Task prompt: Nothing outside the range below should be printed. Output exactly the lines from the line with "that goes. */" to the line with "function endOf(set: ParameterSet, positions: readonly", both included.

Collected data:
======
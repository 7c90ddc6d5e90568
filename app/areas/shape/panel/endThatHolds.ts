// For a place of the panel that cannot sound: the end of one knob's move, closer, with which it can.
import type { Mend } from '../../../../src/checks/types.ts'
import { moveValue } from '../../../../src/set/panel.ts'
import { changeMove } from '../../../../src/set/panelEdit.ts'
import { type NumberParameter, parameter } from '../../../../src/set/parameters.ts'
import type { Move, ParameterSet } from '../../../../src/set/types.ts'
import { setProblems } from '../../../../src/set/validity.ts'
import { atPositions, knobName } from '../../../state/panel.ts'
import { valueWords } from './panelWords.ts'

export type EndOffer = Mend

/** The one that takes the least of its knob's turn away; null where no single end helps. */
export function endThatHolds(set: ParameterSet, positions: readonly number[]): EndOffer | null {
  const offers = set.panel.flatMap((knob, index) => {
    const position = positions[index]
    if (position !== 0 && position !== 1) return []
    return knob.moves.flatMap((move, at) => endOf(set, positions, index, at, move) ?? [])
  })
  const best = offers.sort((a, b) => a.lost - b.lost)[0]
  return best ? best.offer : null
}

interface Candidate {
  readonly offer: EndOffer
  /** Part of the turn that goes. */
  readonly lost: number
}

const HALVINGS = 20
/** The end is put on a grid of this many parts of the move's span, on the safe side. */
const GRID = 200

function endOf(set: ParameterSet, positions: readonly number[], index: number, at: number, move: Move): Candidate | null {
  if (typeof move.min !== 'number' || typeof move.max !== 'number' || move.taper === 'drawn') return null
  const row = parameter(move.parameter) as NumberParameter
  if (row.values) return null
  const atMax = positions[index] === 1
  const end = atMax ? 'max' : 'min'
  const ended = (value: number) => changeMove(set, index, at, { [end]: value })
  const sounds = (value: number) => setProblems(atPositions(ended(value), positions)).length === 0
  const valueAt = (part: number) => moveValue(move, atMax ? 1 - part : part) as number
  if (!sounds(valueAt(1))) return null
  let [bad, good] = [0, 1]
  for (let i = 0; i < HALVINGS; i++) {
    const middle = (bad + good) / 2
    if (sounds(valueAt(middle))) good = middle
    else bad = middle
  }
  const lost = Math.min(1, Math.ceil(good * GRID) / GRID)
  const value = row.kind === 'integer' ? valueAt(lost) : tidy(valueAt(lost), sounds)
  const label = `End ${knobName(set.panel[index] as ParameterSet['panel'][number], index)} at ${valueWords(move.parameter, value)}`
  return { lost, offer: { label, path: `panel[${index}].moves[${at}].${end}`, value } }
}

/** The value with as few digits as still sound. */
function tidy(value: number, sounds: (value: number) => boolean): number {
  for (const digits of [2, 3, 4]) {
    const short = Number(value.toPrecision(digits))
    if (sounds(short)) return short
  }
  return value
}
======
Task solution:
  /** Part of the turn that goes. */
  readonly lost: number
}

const HALVINGS = 20
/** The end is put on a grid of this many parts of the move's span, on the safe side. */
const GRID = 200

function endOf(set: ParameterSet, positions: readonly number[], index: number, at: number, move: Move): Candidate | null {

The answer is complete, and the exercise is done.